- What the task requires -
All of the data needs to be reproduced with no alterations.

- Saved entries -
import { ProcedureList } from '../features/procedures/components/procedure-list.tsx';
import { SettingsTabs } from './settings-tabs.tsx';

export default function ProceduresPage() {
  return (
    <>
      <SettingsTabs />
      <ProcedureList />
    </>
  );
}
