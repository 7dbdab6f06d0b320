import { useQuery } from '@tanstack/react-query';
import type { Session } from '../../../shared/contracts/sessions.ts';
import type { AreaTab } from '../components/layout/area-tabs.tsx';
import { sitesList } from '../features/sites/api.ts';
import { paths } from '../paths.ts';

/** Zone of each site's clock; UTC until the sites are known. */
export function useZoneOf(): (siteId: number) => string {
  const sites = useQuery(sitesList()).data?.items ?? [];
  return (siteId) => sites.find((site) => site.id === siteId)?.timeZone ?? 'UTC';
}

/** Whether this person works at the probes of a site. */
export const mayCalibrateAt = ({ grants }: Session, siteId: number): boolean =>
  grants.some(
    (grant) =>
      ['technician', 'manager'].includes(grant.role) && (grant.siteId === null || grant.siteId === siteId),
  );

/** Whether this person approves at a site. */
export const mayReviewAt =
  ({ grants }: Session) =>
  (siteId: number): boolean =>
    grants.some((grant) => grant.role === 'manager' && (grant.siteId === null || grant.siteId === siteId));

/** The review queue is shown to whoever approves somewhere. */
export function calibrationTabs({ grants }: Session): AreaTab[] {
  const today = { label: 'Today', to: paths.calibrations.to() };
  const isManager = grants.some((grant) => grant.role === 'manager');
  return isManager ? [today, { label: 'Review', to: paths.reviewCalibrations.to() }] : [today];
}
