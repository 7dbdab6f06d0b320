import { useParams } from 'react-router-dom';

/** The identity in the address; null when what stands there is none. */
export function useIdParam(name: string): number | null {
  const text = useParams()[name] ?? '';
  return /^[1-9]\d{0,9}$/.test(text) ? Number(text) : null;
}
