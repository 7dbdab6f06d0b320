import type { Probe } from '../../../shared/contracts/probes.ts';
import { ChecksTable } from '../features/checks/components/checks-table.tsx';
import { DeviceSection } from '../features/devices/components/device-section.tsx';
import { CellConstants, Placements, ProbeFacts } from '../features/probes/components/probe-facts.tsx';

/** Under the charts of a probe page: comparisons, what is recorded, its device, where it stood. */
export function ProbeBelow({ probe, timeZone }: { probe: Probe; timeZone: string }) {
  return (
    <>
      <div className="probe-below">
        <ChecksTable probeId={probe.id} timeZone={timeZone} />
      </div>
      <div className="probe-below probe-facts">
        <ProbeFacts probe={probe} />
        <DeviceSection probe={probe} device={probe.device} can={probe.can} timeZone={timeZone} />
        <div className="probe-column">
          <Placements probe={probe} timeZone={timeZone} />
          <CellConstants probe={probe} timeZone={timeZone} />
        </div>
      </div>
    </>
  );
}
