import { Link } from 'react-router-dom';
import { PageHead } from '../components/ui/page-head.tsx';
import { useSession } from '../features/sessions/session-context.ts';
import { settingsPages } from './area-pages.ts';

/** What can be set, one line each. */
export default function SettingsPage() {
  const session = useSession();
  return (
    <>
      <PageHead
        name="Settings"
        sentence="Who and what there is, and the few values that hold everywhere. Every change is kept with your name."
      />
      <ul className="site-lines">
        {settingsPages(session).map((page) => (
          <li key={page.to}>
            <Link to={page.to}>{page.label}</Link>
            <p>{page.sentence}</p>
          </li>
        ))}
      </ul>
    </>
  );
}
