import { AreaTabs } from '../components/layout/area-tabs.tsx';
import { ButtonLink } from '../components/ui/button.tsx';
import { useSession } from '../features/sessions/session-context.ts';
import { LotList } from '../features/standards/components/lot-list.tsx';
import { paths } from '../paths.ts';
import { standardTabs } from './area-pages.ts';

export default function StandardsPage() {
  const { can } = useSession();
  return (
    <>
      <AreaTabs label="Reference solutions" items={standardTabs} />
      <LotList
        addLink={
          <div className="page-buttons">
            {can.createStandard ? (
              <ButtonLink kind="primary" to={paths.newStandard.to()}>
                Register a lot
              </ButtonLink>
            ) : null}
            {can.prepareStandard ? (
              <>
                <ButtonLink to={paths.prepareStandard.to()}>Prepare by weighing</ButtonLink>
                <ButtonLink to={paths.diluteStandard.to()}>Dilute a lot</ButtonLink>
              </>
            ) : null}
          </div>
        }
      />
    </>
  );
}
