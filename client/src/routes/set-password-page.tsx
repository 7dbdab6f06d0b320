import { useSearchParams } from 'react-router-dom';
import { SetPasswordForm } from '../features/sessions/components/set-password-form.tsx';
import { Threshold } from '../features/sessions/components/threshold.tsx';

/** Where the link of an invitation leads. */
export default function SetPasswordPage() {
  const [params] = useSearchParams();
  return (
    <Threshold title="Set your password">
      <SetPasswordForm token={params.get('token')} />
    </Threshold>
  );
}
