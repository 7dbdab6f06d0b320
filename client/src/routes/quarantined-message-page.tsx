import { useQuery } from '@tanstack/react-query';
import { UnknownAddress } from '../components/layout/unknown-address.tsx';
import { Answer } from '../components/ui/answer.tsx';
import { LoadingFace } from '../components/ui/faces.tsx';
import { quarantinedDetail } from '../features/quarantine/api.ts';
import { MessageView } from '../features/quarantine/components/message-view.tsx';
import { paths } from '../paths.ts';
import { SettingsTabs } from './settings-tabs.tsx';
import { useIdParam } from './use-id-param.ts';

export default function QuarantinedMessagePage() {
  const id = useIdParam('id');
  const query = useQuery({ ...quarantinedDetail(id ?? 0), enabled: id !== null });
  const unknown = <UnknownAddress home={paths.quarantine.to()} />;
  if (id === null) return unknown;
  return (
    <>
      <SettingsTabs />
      <Answer
        query={query}
        what="the message"
        loading={<LoadingFace label="Fetching the message" />}
        missing={unknown}
      >
        {(message) => <MessageView key={message.id} message={message} />}
      </Answer>
    </>
  );
}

- Your solution -
import { ProcedureList } from '../features/procedures/components/procedure-list.tsx';
import { SettingsTabs } from './settings-tabs.tsx';

export default function ProceduresPage() {
  return (
    <>
      <SettingsTabs />
      <ProcedureList />
    </>
  );
}
repository 7dbdab6f06d0b320
import { useQuery } from '@tanstack/react-query';
import type { Session } from '../../../shared/contracts/sessions.ts';
import type { AreaTab } from '../components/layout/area-tabs.tsx';
import { sitesList } from '../features/sites/api.ts';
import { paths } from '../paths.ts';

/** Zone of each site's clock; UTC until the sites are known. */
export function useZoneOf(): (siteId: number) => string {
  const sites = useQuery(sitesList()).data?.items ?? [];
  return (siteId) => sites.find((site) => site.id === siteId)?.timeZone ?? 'UTC';
}

/** Whether this person works at the probes of a site. */
export const mayCalibrateAt = ({ grants }: Session, siteId: number): boolean =>
  grants.some(
    (grant) =>
      ['technician', 'manager'].includes(grant.role) && (grant.siteId === null || grant.siteId === siteId),
  );

/** Whether this person approves at a site. */
export const mayReviewAt =
  ({ grants }: Session) =>
  (siteId: number): boolean =>
    grants.some((grant) => grant.role === 'manager' && (grant.siteId === null || grant.siteId === siteId));

/** The review queue is shown to whoever approves somewhere. */
export function calibrationTabs({ grants }: Session): AreaTab[] {
  const today = { label: 'Today', to: paths.calibrations.to() };
  const isManager = grants.some((grant) => grant.role === 'manager');
  return isManager ? [today, { label: 'Review', to: paths.reviewCalibrations.to() }] : [today];
}
repository 7dbdab6f06d0b320
import { useParams } from 'react-router-dom';

/** The identity in the address; null when what stands there is none. */
export function useIdParam(name: string): number | null {
  const text = useParams()[name] ?? '';
  return /^[1-9]\d{0,9}$/.test(text) ? Number(text) : null;
}
repository 7dbdab6f06d0b320
import type { Probe } from '../../../shared/contracts/probes.ts';
import { ChecksTable } from '../features/checks/components/checks-table.tsx';
import { DeviceSection } from '../features/devices/components/device-section.tsx';
import { CellConstants, Placements, ProbeFacts } from '../features/probes/components/probe-facts.tsx';

/** Under the charts of a probe page: comparisons, what is recorded, its device, where it stood. */
export function ProbeBelow({ probe, timeZone }: { probe: Probe; timeZone: string }) {
  return (
    <>
      <div className="probe-below">
        <ChecksTable probeId={probe.id} timeZone={timeZone} />
      </div>
      <div className="probe-below probe-facts">
        <ProbeFacts probe={probe} />
        <DeviceSection probe={probe} device={probe.device} can={probe.can} timeZone={timeZone} />
        <div className="probe-column">
          <Placements probe={probe} timeZone={timeZone} />
          <CellConstants probe={probe} timeZone={timeZone} />
        </div>
      </div>
    </>
  );
}
import { Link } from 'react-router-dom';
import { PageHead } from '../components/ui/page-head.tsx';
import { useSession } from '../features/sessions/session-context.ts';
import { settingsPages } from './area-pages.ts';

/** What can be set, one line each. */
export default function SettingsPage() {
  const session = useSession();
  return (
    <>
      <PageHead
        name="Settings"
        sentence="Who and what there is, and the few values that hold everywhere. Every change is kept with your name."
      />
      <ul className="site-lines">
        {settingsPages(session).map((page) => (
          <li key={page.to}>
            <Link to={page.to}>{page.label}</Link>
            <p>{page.sentence}</p>
          </li>
        ))}
      </ul>
    </>
  );
}
import { AreaTabs } from '../components/layout/area-tabs.tsx';
import { ButtonLink } from '../components/ui/button.tsx';
import { useSession } from '../features/sessions/session-context.ts';
import { LotList } from '../features/standards/components/lot-list.tsx';
import { paths } from '../paths.ts';
import { standardTabs } from './area-pages.ts';

export default function StandardsPage() {
  const { can } = useSession();
  return (
    <>
      <AreaTabs label="Reference solutions" items={standardTabs} />
      <LotList
        addLink={
          <div className="page-buttons">
            {can.createStandard ? (
              <ButtonLink kind="primary" to={paths.newStandard.to()}>
                Register a lot
              </ButtonLink>
            ) : null}
            {can.prepareStandard ? (
              <>
                <ButtonLink to={paths.prepareStandard.to()}>Prepare by weighing</ButtonLink>
                <ButtonLink to={paths.diluteStandard.to()}>Dilute a lot</ButtonLink>
              </>
            ) : null}
          </div>
        }
      />
    </>
  );
}
filename client/src/routes/set-password-page.tsx
repository 7dbdab6f06d0b320
import { useSearchParams } from 'react-router-dom';
import { SetPasswordForm } from '../features/sessions/components/set-password-form.tsx';
import { Threshold } from '../features/sessions/components/threshold.tsx';

/** Where the link of an invitation leads. */
export default function SetPasswordPage() {
  const [params] = useSearchParams();
  return (
    <Threshold title="Set your password">
      <SetPasswordForm token={params.get('token')} />
    </Threshold>
  );
}
repository 7dbdab6f06d0b320
filename client/src/routes/quarantined-message-page.tsx
import { useQuery } from '@tanstack/react-query';
import { UnknownAddress } from '../components/layout/unknown-address.tsx';
import { Answer } from '../components/ui/answer.tsx';
import { LoadingFace } from '../components/ui/faces.tsx';
import { quarantinedDetail } from '../features/quarantine/api.ts';
import { MessageView } from '../features/quarantine/components/message-view.tsx';
import { paths } from '../paths.ts';
import { SettingsTabs } from './settings-tabs.tsx';
import { useIdParam } from './use-id-param.ts';

export default function QuarantinedMessagePage() {
  const id = useIdParam('id');
  const query = useQuery({ ...quarantinedDetail(id ?? 0), enabled: id !== null });
  const unknown = <UnknownAddress home={paths.quarantine.to()} />;
  if (id === null) return unknown;
  return (
    <>
      <SettingsTabs />
      <Answer
        query={query}
        what="the message"
        loading={<LoadingFace label="Fetching the message" />}
        missing={unknown}
      >
        {(message) => <MessageView key={message.id} message={message} />}
      </Answer>
    </>
  );
}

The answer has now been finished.